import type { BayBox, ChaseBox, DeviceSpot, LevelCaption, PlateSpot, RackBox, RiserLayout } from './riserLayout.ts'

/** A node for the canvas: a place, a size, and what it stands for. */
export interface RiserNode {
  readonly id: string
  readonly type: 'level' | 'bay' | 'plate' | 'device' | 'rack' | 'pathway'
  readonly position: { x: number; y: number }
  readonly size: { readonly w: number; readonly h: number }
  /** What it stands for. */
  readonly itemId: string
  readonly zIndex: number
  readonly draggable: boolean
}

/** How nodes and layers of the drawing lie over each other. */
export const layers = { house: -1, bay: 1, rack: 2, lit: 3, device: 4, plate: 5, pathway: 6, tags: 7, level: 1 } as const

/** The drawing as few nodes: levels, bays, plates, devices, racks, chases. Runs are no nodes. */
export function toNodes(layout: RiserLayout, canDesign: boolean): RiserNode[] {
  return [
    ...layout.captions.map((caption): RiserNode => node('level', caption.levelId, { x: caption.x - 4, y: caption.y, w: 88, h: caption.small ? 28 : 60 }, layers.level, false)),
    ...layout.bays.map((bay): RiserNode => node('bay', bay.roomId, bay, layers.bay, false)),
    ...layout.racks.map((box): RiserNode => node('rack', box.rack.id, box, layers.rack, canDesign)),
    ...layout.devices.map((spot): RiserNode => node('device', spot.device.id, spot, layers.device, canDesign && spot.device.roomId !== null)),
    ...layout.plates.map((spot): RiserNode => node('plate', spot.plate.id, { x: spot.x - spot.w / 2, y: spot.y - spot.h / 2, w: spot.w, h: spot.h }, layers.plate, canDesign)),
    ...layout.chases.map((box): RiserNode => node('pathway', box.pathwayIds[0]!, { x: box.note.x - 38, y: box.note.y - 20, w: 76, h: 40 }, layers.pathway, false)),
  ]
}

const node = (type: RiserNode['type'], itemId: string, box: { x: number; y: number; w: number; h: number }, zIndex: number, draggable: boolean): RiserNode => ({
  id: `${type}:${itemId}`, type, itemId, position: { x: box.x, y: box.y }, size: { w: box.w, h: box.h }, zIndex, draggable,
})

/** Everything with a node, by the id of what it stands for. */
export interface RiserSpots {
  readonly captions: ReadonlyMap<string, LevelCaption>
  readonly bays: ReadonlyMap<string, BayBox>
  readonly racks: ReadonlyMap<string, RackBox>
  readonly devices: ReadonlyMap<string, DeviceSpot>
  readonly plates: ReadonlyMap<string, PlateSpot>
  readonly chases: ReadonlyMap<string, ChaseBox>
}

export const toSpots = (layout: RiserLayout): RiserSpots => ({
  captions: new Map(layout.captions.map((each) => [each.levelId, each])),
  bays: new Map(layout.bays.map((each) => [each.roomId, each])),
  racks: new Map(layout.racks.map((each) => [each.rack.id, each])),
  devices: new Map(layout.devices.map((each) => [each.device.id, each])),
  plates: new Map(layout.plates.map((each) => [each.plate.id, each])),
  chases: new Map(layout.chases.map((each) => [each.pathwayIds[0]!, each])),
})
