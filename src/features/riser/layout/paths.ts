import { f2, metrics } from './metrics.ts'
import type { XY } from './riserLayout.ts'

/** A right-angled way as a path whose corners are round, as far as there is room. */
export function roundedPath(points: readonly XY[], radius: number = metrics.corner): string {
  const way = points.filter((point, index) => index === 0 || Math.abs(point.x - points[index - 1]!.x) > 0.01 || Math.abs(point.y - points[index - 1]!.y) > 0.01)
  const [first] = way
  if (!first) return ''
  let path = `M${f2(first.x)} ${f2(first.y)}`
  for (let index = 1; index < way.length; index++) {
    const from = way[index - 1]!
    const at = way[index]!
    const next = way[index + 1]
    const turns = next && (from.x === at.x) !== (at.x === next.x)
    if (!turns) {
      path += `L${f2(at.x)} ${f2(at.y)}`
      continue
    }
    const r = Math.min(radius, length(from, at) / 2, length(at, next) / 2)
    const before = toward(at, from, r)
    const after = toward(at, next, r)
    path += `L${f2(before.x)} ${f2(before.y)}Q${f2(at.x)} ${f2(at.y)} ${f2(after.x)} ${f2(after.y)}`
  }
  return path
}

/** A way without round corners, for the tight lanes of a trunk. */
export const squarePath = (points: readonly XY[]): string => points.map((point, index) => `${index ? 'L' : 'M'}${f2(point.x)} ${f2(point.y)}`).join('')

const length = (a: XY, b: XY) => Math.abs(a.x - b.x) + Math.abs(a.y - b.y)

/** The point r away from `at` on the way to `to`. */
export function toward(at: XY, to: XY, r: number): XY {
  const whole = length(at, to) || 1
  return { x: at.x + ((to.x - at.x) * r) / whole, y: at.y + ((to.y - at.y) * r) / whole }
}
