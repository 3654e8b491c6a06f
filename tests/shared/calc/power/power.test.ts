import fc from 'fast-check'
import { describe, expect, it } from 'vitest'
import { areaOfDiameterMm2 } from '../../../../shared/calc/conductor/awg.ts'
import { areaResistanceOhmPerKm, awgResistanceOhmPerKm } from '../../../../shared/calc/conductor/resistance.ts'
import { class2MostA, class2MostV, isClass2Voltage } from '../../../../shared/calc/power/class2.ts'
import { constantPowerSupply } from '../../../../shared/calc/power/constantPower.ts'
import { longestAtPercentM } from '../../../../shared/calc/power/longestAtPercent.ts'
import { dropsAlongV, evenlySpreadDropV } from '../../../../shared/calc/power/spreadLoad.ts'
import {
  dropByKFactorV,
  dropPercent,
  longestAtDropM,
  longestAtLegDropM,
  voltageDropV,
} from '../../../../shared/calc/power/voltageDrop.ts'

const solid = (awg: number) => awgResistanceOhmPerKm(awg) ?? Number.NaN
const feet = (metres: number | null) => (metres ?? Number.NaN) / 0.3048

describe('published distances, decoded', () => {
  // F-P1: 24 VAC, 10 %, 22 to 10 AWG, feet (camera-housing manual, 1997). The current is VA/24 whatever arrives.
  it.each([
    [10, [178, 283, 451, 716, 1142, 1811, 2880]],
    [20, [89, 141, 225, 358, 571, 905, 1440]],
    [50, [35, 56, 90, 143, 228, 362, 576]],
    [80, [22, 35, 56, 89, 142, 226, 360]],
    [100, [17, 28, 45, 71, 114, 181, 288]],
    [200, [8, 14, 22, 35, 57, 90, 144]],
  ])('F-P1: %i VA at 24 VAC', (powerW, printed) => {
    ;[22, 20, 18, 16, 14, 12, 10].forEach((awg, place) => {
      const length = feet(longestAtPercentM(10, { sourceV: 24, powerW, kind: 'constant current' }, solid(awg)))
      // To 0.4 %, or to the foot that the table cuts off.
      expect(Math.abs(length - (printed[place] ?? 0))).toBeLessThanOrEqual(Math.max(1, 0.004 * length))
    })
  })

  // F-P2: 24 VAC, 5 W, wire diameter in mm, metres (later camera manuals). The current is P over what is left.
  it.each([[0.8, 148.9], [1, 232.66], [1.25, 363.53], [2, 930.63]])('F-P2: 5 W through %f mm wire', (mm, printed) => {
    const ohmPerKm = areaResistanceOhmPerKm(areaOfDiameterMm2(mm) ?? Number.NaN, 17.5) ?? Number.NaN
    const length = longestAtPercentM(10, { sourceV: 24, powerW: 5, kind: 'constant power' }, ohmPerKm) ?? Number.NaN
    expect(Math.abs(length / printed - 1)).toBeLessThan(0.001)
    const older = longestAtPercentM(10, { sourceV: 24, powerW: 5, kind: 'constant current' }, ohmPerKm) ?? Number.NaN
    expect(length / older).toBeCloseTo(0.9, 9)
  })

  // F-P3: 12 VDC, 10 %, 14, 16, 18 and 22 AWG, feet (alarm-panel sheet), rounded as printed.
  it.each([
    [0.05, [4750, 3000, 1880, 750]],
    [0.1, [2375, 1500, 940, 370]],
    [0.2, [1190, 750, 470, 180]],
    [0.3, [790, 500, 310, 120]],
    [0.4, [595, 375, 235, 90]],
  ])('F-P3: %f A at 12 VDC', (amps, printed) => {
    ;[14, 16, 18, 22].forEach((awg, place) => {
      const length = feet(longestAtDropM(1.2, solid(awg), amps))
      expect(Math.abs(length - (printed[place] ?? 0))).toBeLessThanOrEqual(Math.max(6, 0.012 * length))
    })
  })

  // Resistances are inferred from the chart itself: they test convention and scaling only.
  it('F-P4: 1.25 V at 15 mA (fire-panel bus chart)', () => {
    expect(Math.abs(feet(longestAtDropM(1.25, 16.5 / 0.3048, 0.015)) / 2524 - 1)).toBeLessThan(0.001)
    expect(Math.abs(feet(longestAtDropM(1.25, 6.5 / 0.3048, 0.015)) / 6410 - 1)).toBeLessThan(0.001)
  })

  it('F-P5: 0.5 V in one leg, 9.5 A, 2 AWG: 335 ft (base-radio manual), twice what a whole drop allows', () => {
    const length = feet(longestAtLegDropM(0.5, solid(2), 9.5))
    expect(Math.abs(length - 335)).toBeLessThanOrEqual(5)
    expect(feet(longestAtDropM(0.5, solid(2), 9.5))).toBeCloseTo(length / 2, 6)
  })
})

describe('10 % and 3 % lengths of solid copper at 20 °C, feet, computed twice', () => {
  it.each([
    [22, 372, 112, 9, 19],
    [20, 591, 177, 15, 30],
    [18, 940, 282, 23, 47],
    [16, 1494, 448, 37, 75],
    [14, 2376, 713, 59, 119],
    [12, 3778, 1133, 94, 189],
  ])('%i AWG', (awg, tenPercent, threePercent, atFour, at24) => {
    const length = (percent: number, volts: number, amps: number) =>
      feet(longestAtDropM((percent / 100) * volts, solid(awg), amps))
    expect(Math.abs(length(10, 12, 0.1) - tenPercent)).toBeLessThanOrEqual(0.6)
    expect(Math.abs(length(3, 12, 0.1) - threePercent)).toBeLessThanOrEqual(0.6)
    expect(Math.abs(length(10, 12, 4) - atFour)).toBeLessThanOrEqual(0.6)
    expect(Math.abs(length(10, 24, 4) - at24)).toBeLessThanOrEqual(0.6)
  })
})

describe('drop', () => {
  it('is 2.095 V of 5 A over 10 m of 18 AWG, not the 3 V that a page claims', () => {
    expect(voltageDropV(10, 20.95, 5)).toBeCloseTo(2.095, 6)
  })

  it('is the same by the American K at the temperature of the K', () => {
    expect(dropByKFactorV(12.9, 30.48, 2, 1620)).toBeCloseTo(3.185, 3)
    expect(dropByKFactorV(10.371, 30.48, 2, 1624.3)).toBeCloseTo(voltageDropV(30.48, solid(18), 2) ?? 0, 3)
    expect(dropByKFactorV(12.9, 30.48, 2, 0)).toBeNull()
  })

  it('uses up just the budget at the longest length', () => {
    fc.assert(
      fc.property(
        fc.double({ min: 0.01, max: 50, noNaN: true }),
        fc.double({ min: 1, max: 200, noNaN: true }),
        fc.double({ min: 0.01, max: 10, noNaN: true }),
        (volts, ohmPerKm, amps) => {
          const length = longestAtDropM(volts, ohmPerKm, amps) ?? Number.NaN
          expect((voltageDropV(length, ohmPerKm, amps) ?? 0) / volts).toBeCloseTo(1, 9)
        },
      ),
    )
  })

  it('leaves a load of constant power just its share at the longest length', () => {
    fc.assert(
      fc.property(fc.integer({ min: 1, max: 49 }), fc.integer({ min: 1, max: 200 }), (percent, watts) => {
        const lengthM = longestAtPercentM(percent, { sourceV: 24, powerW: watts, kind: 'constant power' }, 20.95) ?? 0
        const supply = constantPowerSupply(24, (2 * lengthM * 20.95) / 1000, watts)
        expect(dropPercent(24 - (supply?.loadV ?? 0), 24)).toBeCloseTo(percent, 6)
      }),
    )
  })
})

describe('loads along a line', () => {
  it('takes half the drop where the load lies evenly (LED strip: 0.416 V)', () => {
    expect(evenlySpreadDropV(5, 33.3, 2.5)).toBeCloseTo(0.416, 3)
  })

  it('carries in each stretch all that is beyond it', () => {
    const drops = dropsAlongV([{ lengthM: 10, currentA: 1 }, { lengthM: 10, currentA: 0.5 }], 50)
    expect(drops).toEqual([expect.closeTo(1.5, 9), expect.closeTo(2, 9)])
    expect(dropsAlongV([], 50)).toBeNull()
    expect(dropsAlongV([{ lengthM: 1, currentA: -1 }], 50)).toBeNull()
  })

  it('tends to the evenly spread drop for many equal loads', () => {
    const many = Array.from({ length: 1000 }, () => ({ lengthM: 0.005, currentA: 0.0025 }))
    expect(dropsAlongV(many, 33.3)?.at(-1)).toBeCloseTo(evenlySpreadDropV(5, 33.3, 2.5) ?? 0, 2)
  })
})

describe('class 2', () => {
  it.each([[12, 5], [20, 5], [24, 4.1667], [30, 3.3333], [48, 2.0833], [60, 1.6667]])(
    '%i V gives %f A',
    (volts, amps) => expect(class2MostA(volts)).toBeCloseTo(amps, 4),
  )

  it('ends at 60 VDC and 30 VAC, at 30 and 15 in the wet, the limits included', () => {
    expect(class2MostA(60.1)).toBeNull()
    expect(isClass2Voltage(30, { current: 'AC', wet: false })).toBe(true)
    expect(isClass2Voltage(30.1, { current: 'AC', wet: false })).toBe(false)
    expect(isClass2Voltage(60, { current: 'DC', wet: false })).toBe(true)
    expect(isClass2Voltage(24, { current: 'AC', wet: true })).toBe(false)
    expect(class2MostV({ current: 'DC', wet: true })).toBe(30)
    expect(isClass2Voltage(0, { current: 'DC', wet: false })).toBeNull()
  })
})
——————————
__What to do__.
Please copy, exactly and with nothing else, the lines above beginning at the line that has "const turns = next" and ending with the line that has "The point r".

__Answer box__.
    const turns = next && (from.x === at.x) !== (at.x === next.x)
    if (!turns) {
      path += `L${f2(at.x)} ${f2(at.y)}`
      continue
    }
    const r = Math.min(radius, length(from, at) / 2, length(at, next) / 2)
    const before = toward(at, from, r)
    const after = toward(at, next, r)
    path += `L${f2(before.x)} ${f2(before.y)}Q${f2(at.x)} ${f2(at.y)} ${f2(after.x)} ${f2(after.y)}`
  }
  return path
}

/** A way without round corners, for the tight lanes of a trunk. */
export const squarePath = (points: readonly XY[]): string => points.map((point, index) => `${index ? 'L' : 'M'}${f2(point.x)} ${f2(point.y)}`).join('')

const length = (a: XY, b: XY) => Math.abs(a.x - b.x) + Math.abs(a.y - b.y)

/** The point r away from `at` on the way to `to`. */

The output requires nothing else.